The mean cell size of each cold-tolerant population was greater than that of its corresponding unselected population. This finding is in agreement with the hypothesis of Grime and Mowforth (1982) that plants which complete their life cycles during early spring and winter have larger cells than those that mature in the summer. Limin and Fowler (1989) would have predicted cells of the cold-tolerant populations to be smaller than those of the nonselected populations. A critical difference between the two studies is that Grime and Mowforth observed plants that were able to actively grow and reach maturity in cold environments, whereas Limin and Fowler studied the ability of plants to survive severe winter climates so that they could complete their growth when temperatures were more suitable. The selection pressures used in developing the cold-tolerant maize lines were similar to the early spring growth conditions that Grime and Mowforth associated with large cells. Also, Limin and Fowler focused on the tribe Triticeae.
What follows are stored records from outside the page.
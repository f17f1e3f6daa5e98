/**
 * What goes into a season and what comes out of it. The jobs room builds a `SeasonInput` from the database; the kernel packs it into
 * typed arrays and runs it; `explain` walks the same code for one parcel and day.
 */
import type { IsoDate } from '../base/civil-date.ts';
import type { WorkingStep } from '../base/working.ts';
import type { CarriedSeries, CompletedWeather, SeriesWeights, Site, SiteWeight } from '../weather/variable.ts';

/** Which published combination equation gives the reference ET that drives the crops. Both for the short surface here: the crop library is on grass. */
type ReferenceMethod = 'fao56' | 'asce2005';

/** How the reference ET of a site-day was got: given by the source, summed over its hours, or computed from its daily weather. */
export type SiteReferenceEt = 'given' | 'hourly-sum' | 'at-sites';

/** Soil class. Water contents [m³ m⁻³], depths [m], water depths [mm]. */
export interface Soil {
  readonly code: string;
  readonly name: string;
  readonly fieldCapacity: number;
  readonly wiltingPoint: number;
  /** depth of the layer that dries by evaporation, Ze [m] */
  readonly evaporationDepth: number;
  readonly readilyEvaporableWater: number;
  readonly totalEvaporableWater: number;
  /** runoff curve number of the class under row crops, or NaN for no runoff */
  readonly curveNumber: number;
  /** rooting limited by a hard layer at this depth [m], or NaN */
  readonly rootLimit: number;
}

/** How water is put on a field. */
export interface ApplicationMethod {
  readonly code: string;
  readonly name: string;
  /** application efficiency Ea, 0–1 */
  readonly efficiency: number;
  /** fraction of soil surface wetted fw, 0–1 (FAO-56 Table 20) */
  readonly wettedFraction: number;
  /** true when wetted soil lies under the canopy (drip), FAO-56 Eq. 75 note */
  readonly underCanopy: boolean;
  /** most that the system can put on in a day, net [mm d⁻¹] */
  readonly maximumDailyDepth: number;
  /** share of readily available water at which an irrigation starts, 0–1 */
  readonly triggerFraction: number;
}

/** A crop of the library; coefficients are for the short (grass) surface in the standard climate (u2 = 2 m/s, RHmin = 45 %). */
export interface Crop {
  readonly code: string;
  readonly name: string;
  readonly group: string;
  readonly type: 'annual' | 'perennial' | 'forage' | 'forage-cut' | 'orchard';
  readonly surface: 'short' | 'tall';
  readonly basalInitial: number;
  readonly basalMid: number;
  readonly basalEnd: number;
  /** m */
  readonly heightMax: number;
  /** m */
  readonly rootDepthMin: number;
  /** m */
  readonly rootDepthMax: number;
  /** soil water depletion fraction p for ETc ≈ 5 mm/d (FAO-56 Table 22) */
  readonly depletionFraction: number;
  /** yield response factor Ky of the season, NaN when not listed */
  readonly yieldResponse: number;
  /** last irrigation, as a fraction of the late stage (0 = its start, 1 = harvest) */
  readonly lastIrrigation: number;
}

/** Lengths of the growth stages [d]; for cut forage the first cycle, with `laterCycle` after each cut. */
export interface CropCalendar {
  readonly code: string;
  readonly name: string;
  readonly initial: number;
  readonly development: number;
  readonly mid: number;
  readonly late: number;
  readonly laterCycle: { readonly initial: number; readonly development: number; readonly mid: number; readonly late: number } | null;
}

/** One crop on a share of a parcel. Stages past `harvestDate` are cut off; cut dates restart the cycle. */
export interface Planting {
  readonly crop: Crop;
  readonly calendar: CropCalendar;
  readonly plantingDate: IsoDate;
  readonly harvestDate: IsoDate | null;
  readonly cutDates: readonly IsoDate[];
  /** share of the parcel's area, 0–1 */
  readonly areaShare: number;
}

export interface ParcelInput {
  readonly code: string;
  /** m², on the ellipsoid */
  readonly area: number;
  /** degrees */
  readonly latitude: number;
  readonly longitude: number;
  /** m */
  readonly elevation: number;
  readonly soil: Soil;
  readonly method: ApplicationMethod;
  readonly plantings: readonly Planting[];
  readonly weights: readonly SiteWeight[];
  /** series that are carried with weights of their own; every other one goes by `weights` and the lapse rate of the settings */
  readonly series?: Partial<Record<CarriedSeries, SeriesWeights>>;
}

export interface SeasonSettings {
  readonly method: ReferenceMethod;
  /** root-zone depletion on the first day as a fraction of TAW */
  readonly initialDepletion: number;
  /** temperature lapse applied between site and parcel elevation [°C m⁻¹]; 0.0065 is the ISA value */
  readonly lapseRate: number;
  /** false: rain-fed, no irrigation is applied */
  readonly irrigate: boolean;
  /** true: curve-number runoff where the soil has one */
  readonly runoff: boolean;
  /** where the reference ET at the sites comes from, when the weather carries one; left out when it is computed at the parcels */
  readonly referenceEt?: SiteReferenceEt;
}

export interface SeasonInput {
  readonly startDate: IsoDate;
  readonly dayCount: number;
  readonly settings: SeasonSettings;
  readonly sites: readonly Site[];
  readonly weather: CompletedWeather;
  readonly parcels: readonly ParcelInput[];
}

/**
 * The stored daily variables, in storage order. Depths are over the whole parcel area (strips weighted by area share).
 * stored = round(value × scale) as Uint16; 65535 is missing.
 */
export const DAILY_VARIABLES = [
  { id: 'reference_et', unit: 'mm', scale: 100, term: 'Reference ET' },
  { id: 'crop_et', unit: 'mm', scale: 100, term: 'Crop ET, unstressed' },
  { id: 'adjusted_crop_et', unit: 'mm', scale: 100, term: 'Crop ET, adjusted for stress' },
  { id: 'evaporation', unit: 'mm', scale: 100, term: 'Soil evaporation' },
  { id: 'precipitation', unit: 'mm', scale: 100, term: 'Rain' },
  { id: 'surface_runoff', unit: 'mm', scale: 100, term: 'Runoff' },
  { id: 'effective_precipitation', unit: 'mm', scale: 100, term: 'Effective rain' },
  { id: 'net_requirement', unit: 'mm', scale: 100, term: 'Net irrigation requirement' },
  { id: 'gross_requirement', unit: 'mm', scale: 100, term: 'Gross irrigation requirement' },
  { id: 'deep_percolation', unit: 'mm', scale: 100, term: 'Deep percolation' },
  { id: 'root_zone_depletion', unit: 'mm', scale: 100, term: 'Root-zone depletion' },
  { id: 'total_available_water', unit: 'mm', scale: 100, term: 'Total available water' },
  { id: 'readily_available_water', unit: 'mm', scale: 100, term: 'Readily available water' },
  { id: 'basal_crop_coefficient', unit: '1', scale: 10000, term: 'Basal crop coefficient' },
  { id: 'stress_coefficient', unit: '1', scale: 10000, term: 'Stress coefficient' },
  { id: 'soil_water_depletion', unit: 'mm', scale: 100, term: 'Depletion of the soil to the deepest root' },
] as const;

export type DailyVariable = (typeof DAILY_VARIABLES)[number]['id'];
/*
 * The stored days close: soil_water_depletion less that of the day before = adjusted_crop_et − effective_precipitation − net_requirement,
 * where effective_precipitation = precipitation − surface_runoff − deep_percolation. It is of all strips and of all soil the season's roots
 * reach; root_zone_depletion is of the planted strips and the root zone of the day.
 */
export const DAILY_VARIABLE_COUNT = DAILY_VARIABLES.length;
export const MISSING_STORED = 65535;

export interface SeasonOutput {
  /** [parcel × variable × day], in the order of DAILY_VARIABLES */
  readonly daily: Uint16Array;
  /** largest absolute water-balance residual over every strip and day [mm], in double precision before storage */
  readonly maxBalanceResidual: number;
  /** OR of FALLBACK bits per parcel and day, [parcel × day] */
  readonly flags: Uint32Array;
  /** `daily` before rounding, where it was asked for (`keep: 'double'`) */
  readonly dailyExact?: Float64Array;
}

export type { Trace, WorkingStep } from '../base/working.ts';

export interface Working {
  readonly parcel: string;
  readonly date: IsoDate;
  readonly inputs: readonly {
    readonly site: string;
    readonly siteName: string;
    /** share of the site in every series without weights of its own */
    readonly weight: number;
    /** shares in the series that have weights of their own */
    readonly seriesWeights: Readonly<Record<string, number>>;
    readonly elevation: number;
    readonly values: Readonly<Record<string, number>>;
    readonly flags: readonly string[];
  }[];
  readonly steps: readonly WorkingStep[];
  /** the stored variables of the day, before rounding to storage */
  readonly results: Readonly<Record<DailyVariable, number>>;
}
It has previously been determined that although a number of grasses, including some of the Triticeae, demonstrate an increase in genome size as latitude of cultivation progresses northward, maize follows a different trend, with genome size decreasing at northern latitudes. This may indicate totally different methods of adaptation to cold between Triticeae and maize.

It is interesting to note that in the case of NA/NA CT, changes in cell size did not reflect changes in genome size. Genome size decreased significantly in NA CT compared to NA, whereas cell size increased significantly in NA CT. Previous studies have indicated a correlation between genome size and cell size (Butterfass I973; Limin and Fowler 1989). Our study suggests that cell size may be more greatly influenced by environmental adaptations than by genome size. DNA content may dictate a range of permissible cell sizes from which an ideal size is selected based on environmental pressures.

Although no statistical differences were found between chloroplast numbers of selected populations versus their nonselected counterparts, there was a trend toward higher chIoroplast numbers in the cold-tolerant populations. This trend follows the changes seen in cell size. These findings, although statistically nonsignificant, support the hypothesis of Pyke and Leech (1987), which states that celI size is more important than genome size for determining chloroplast number per guard cell. The differences in genome size among the populations examined are due to changes in heterochromatin amounts caused by adaptation to growth in cold environments. Populations which are both cold tolerant and freeze tolerant exhibit increased amounts of heterochromatin, whereas decreased heterochromatin amounts accompany cold tolerance alone. Cold tolerance with or without freeze tolerance is associated with increased guard cell size and increased chloroplast number per guard cell.